Identifies the possible start region indices of a passenger event.

Parameters:

cell (Cell) – The current cell.
chromosome (Chromosome) – The current chromosome.
size (int) – The size in number of regions of the event (1 for SNVs, >=1 for CNAs).

abstractmethod init_attributes(clone)

Creates an Attributes object for a clone and updates it to reflect its genome state.

Parameters:: clone (Clone) – The clone object in question.

abstractmethod init_base_fit(): Sets the base_fit attribute to the fitness of an unmutated Cell.

abstractmethod init_max_fit(): Sets the max_fit attribute to an estimate of the maximum possible fitness.

abstractmethod initialize(**kwargs): Function used to initialize the selection coefficients.

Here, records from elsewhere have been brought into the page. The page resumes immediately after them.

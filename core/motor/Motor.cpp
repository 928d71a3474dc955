#include "core/motor/Motor.h"

#include <cmath>
#include <cstdio>
#include <numbers>

namespace humwise::motor {
namespace {

std::string num(double v) {
    char buf[32];
    std::snprintf(buf, sizeof buf, "%.6g", v);
    return buf;
}

constexpr DrivenKind kDrivenKinds[] = {DrivenKind::None,       DrivenKind::CentrifugalPump, DrivenKind::Fan,  DrivenKind::Blower,
                                       DrivenKind::Compressor, DrivenKind::Conveyor,        DrivenKind::Other};

} // namespace

const char* drivenKindName(DrivenKind kind) {
    switch (kind) {
    case DrivenKind::None: return "none";
    case DrivenKind::CentrifugalPump: return "centrifugal-pump";
    case DrivenKind::Fan: return "fan";
    case DrivenKind::Blower: return "blower";
    case DrivenKind::Compressor: return "compressor";
    case DrivenKind::Conveyor: return "conveyor";
    case DrivenKind::Other: return "other";
    }
    return "other";
}

std::optional<DrivenKind> drivenKindFromName(std::string_view name) {
    for (const DrivenKind k : kDrivenKinds)
        if (name == drivenKindName(k)) return k;
    return std::nullopt;
}

double synchronousSpeedRpm(double supplyHz, int poles) { return 120.0 * supplyHz / poles; }

std::optional<int> polesOf(const Nameplate& n) {
    if (n.poles && *n.poles >= 2 && *n.poles % 2 == 0) return n.poles;
    if (!(n.supplyHz > 0) || !(n.ratedSpeedRpm > 0)) return std::nullopt;
    const double pairs = std::floor(60.0 * n.supplyHz / n.ratedSpeedRpm);
    // Checked before the conversion: a pole count beyond any motor's would not fit an int either
    // (a supply of 1e100 Hz from a damaged fleet file).
    if (!(pairs >= 1) || pairs > kMaxPoles / 2) return std::nullopt;
    return 2 * static_cast<int>(pairs);
}

std::optional<double> ratedSlip(const Nameplate& n) {
    const auto p = polesOf(n);
    if (!p || !(n.ratedSpeedRpm > 0)) return std::nullopt;
    const double ns = synchronousSpeedRpm(n.supplyHz, *p);
    return (ns - n.ratedSpeedRpm) / ns;
}

BearingFactors factorsFromGeometry(const BearingGeometry& g) {
    const double c = g.elementDiameter / g.pitchDiameter * std::cos(g.contactAngleDeg * std::numbers::pi / 180.0);
    const double n = static_cast<double>(g.rollingElements);
    BearingFactors f;
    f.ftf = 0.5 * (1.0 - c);
    f.bpfo = 0.5 * n * (1.0 - c);
    f.bpfi = 0.5 * n * (1.0 + c);
    f.bsf = g.pitchDiameter / (2.0 * g.elementDiameter) * (1.0 - c * c);
    return f;
}

BearingFactors factorsOf(const Bearing& b) {
    if (const auto* g = std::get_if<BearingGeometry>(&b.data)) return factorsFromGeometry(*g);
    return std::get<BearingFactors>(b.data);
}

std::vector<ValidationIssue> validate(const Nameplate& n) {
    std::vector<ValidationIssue> out;
    const auto bad = [&](const char* field, std::string message) { out.push_back({std::string("nameplate.") + field, std::move(message)}); };
    if (!(n.supplyHz >= 1 && n.supplyHz <= 400)) bad("supply_hz", "supply frequency " + num(n.supplyHz) + " Hz is not between 1 and 400 Hz");
    if (!(n.ratedPowerKw >= 0 && n.ratedPowerKw < 1e5)) bad("rated_power_kw", "rated power " + num(n.ratedPowerKw) + " kW is not plausible");
    if (!(n.ratedVoltageV >= 0 && n.ratedVoltageV < 1e5)) bad("rated_voltage_v", "rated voltage " + num(n.ratedVoltageV) + " V is not plausible");
    if (!(n.ratedCurrentA >= 0 && n.ratedCurrentA < 1e5)) bad("rated_current_a", "rated current " + num(n.ratedCurrentA) + " A is not plausible");
    if (n.poles && (*n.poles < 2 || *n.poles % 2 != 0 || *n.poles > kMaxPoles))
        bad("poles", "a motor has an even number of poles from 2 to " + std::to_string(kMaxPoles) + ", not " + std::to_string(*n.poles));
    if (!(n.ratedSpeedRpm >= 0)) bad("rated_speed_rpm", "rated speed must not be negative");
    if (!n.poles && !(n.ratedSpeedRpm > 0)) bad("rated_speed_rpm", "give the rated speed or the number of poles");
    if (n.ratedSpeedRpm > 0 && n.supplyHz > 0) {
        if (const auto p = polesOf(n)) {
            const double ns = synchronousSpeedRpm(n.supplyHz, *p);
            if (n.ratedSpeedRpm >= ns)
                bad("rated_speed_rpm", "rated speed " + num(n.ratedSpeedRpm) + " r/min is not below the synchronous speed " + num(ns) +
                                           " r/min of a " + std::to_string(*p) + "-pole motor at " + num(n.supplyHz) + " Hz");
            else if ((ns - n.ratedSpeedRpm) / ns > 0.25)
                bad("rated_speed_rpm", "rated speed " + num(n.ratedSpeedRpm) + " r/min means a slip above 25 % for a " + std::to_string(*p) +
                                           "-pole motor at " + num(n.supplyHz) + " Hz (synchronous " + num(ns) + " r/min)");
        } else if (60.0 * n.supplyHz / n.ratedSpeedRpm < 1) {
            bad("rated_speed_rpm", "rated speed " + num(n.ratedSpeedRpm) + " r/min is above the 2-pole synchronous speed at " + num(n.supplyHz) + " Hz");
        } else {
            bad("rated_speed_rpm", "rated speed " + num(n.ratedSpeedRpm) + " r/min at " + num(n.supplyHz) + " Hz would need more than " +
                                       std::to_string(kMaxPoles) + " poles");
        }
    }
    if (n.rotorBars && (*n.rotorBars < 4 || *n.rotorBars > 500)) bad("rotor_bars", "rotor bar count " + std::to_string(*n.rotorBars) + " is not plausible");
    if (n.statorSlots && (*n.statorSlots < 6 || *n.statorSlots > 500)) bad("stator_slots", "stator slot count " + std::to_string(*n.statorSlots) + " is not plausible");
    return out;
}

std::vector<ValidationIssue> validate(const Bearing& b, const std::string& field) {
    std::vector<ValidationIssue> out;
    const auto bad = [&](const char* sub, std::string message) { out.push_back({field + "." + sub, std::move(message)}); };
    if (const auto* g = std::get_if<BearingGeometry>(&b.data)) {
        if (g->rollingElements < 3 || g->rollingElements > 200)
            bad("rolling_elements", "a bearing has 3 to 200 rolling elements, not " + std::to_string(g->rollingElements));
        if (!(g->elementDiameter > 0)) bad("element_diameter", "the rolling-element diameter must be > 0");
        if (!(g->pitchDiameter > 0)) bad("pitch_diameter", "the pitch diameter must be > 0");
        if (g->elementDiameter > 0 && g->pitchDiameter > 0 && g->elementDiameter >= g->pitchDiameter)
            bad("element_diameter", "the rolling-element diameter " + num(g->elementDiameter) + " must be smaller than the pitch diameter " +
                                        num(g->pitchDiameter) + " (same unit)");
        if (!(g->contactAngleDeg >= 0 && g->contactAngleDeg < 90))
            bad("contact_angle_deg", "the contact angle must be from 0 to below 90 degrees, not " + num(g->contactAngleDeg));
    } else {
        const auto& f = std::get<BearingFactors>(b.data);
        if (!(f.ftf > 0 && f.ftf < 0.5)) bad("ftf", "FTF " + num(f.ftf) + " x shaft is outside (0, 0.5): the cage turns slower than half the shaft");
        if (!(f.bpfo > 0) || !(f.bpfi > f.bpfo)) bad("bpfi", "BPFI must exceed BPFO and both be > 0 (got BPFO " + num(f.bpfo) + ", BPFI " + num(f.bpfi) + ")");
        if (!(f.bsf > 0)) bad("bsf", "BSF must be > 0");
    }
    return out;
}

std::vector<ValidationIssue> validate(const Motor& m) {
    std::vector<ValidationIssue> out = validate(m.nameplate);
    if (m.tag.empty()) out.push_back({"tag", "every motor needs a tag"});
    if (m.driveEndBearing) for (auto& i : validate(*m.driveEndBearing, "bearing_de")) out.push_back(std::move(i));
    if (m.nonDriveEndBearing) for (auto& i : validate(*m.nonDriveEndBearing, "bearing_nde")) out.push_back(std::move(i));
    if (m.driven.vanesOrBlades && (*m.driven.vanesOrBlades < 1 || *m.driven.vanesOrBlades > 100))
        out.push_back({"driven.vanes", "vane or blade count " + std::to_string(*m.driven.vanesOrBlades) + " is not plausible"});
    if (!(m.driven.speedRatio > 0 && m.driven.speedRatio < 100))
        out.push_back({"driven.speed_ratio", "the driven machine's speed ratio must be > 0"});
    if (m.severity.standard == SeverityClass::Standard::Iso20816_3 && m.severity.group != 1 && m.severity.group != 2)
        out.push_back({"severity.group", "ISO 20816-3 has machine groups 1 and 2, not " + std::to_string(m.severity.group)});
    if (m.severity.standard == SeverityClass::Standard::Iso10816_1 && (m.severity.iso10816Class < 1 || m.severity.iso10816Class > 4))
        out.push_back({"severity.class", "ISO 10816-1 has classes I to IV"});
    return out;
}

} // namespace humwise::motor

abstractmethod update_stats(clone, chromosome, start, end, mag=1)

Function which, upon a mutation occurring, updates intermediate stats stores in the clones Attributes object to make fitness computation more efficient.

Parameters:

clone (Clone) – The clone undergoing a mutation.
chromosome (Chromosome) – The Chromosome object being mutated.
start (int) – The index of the starting region.
end (int) – The index of the ending region.
mag (int) – If the event is a CNA (start != end), then it is the number of copies being gained. If the event is an SNV (start == end), then it interprets an SNV being added in region start.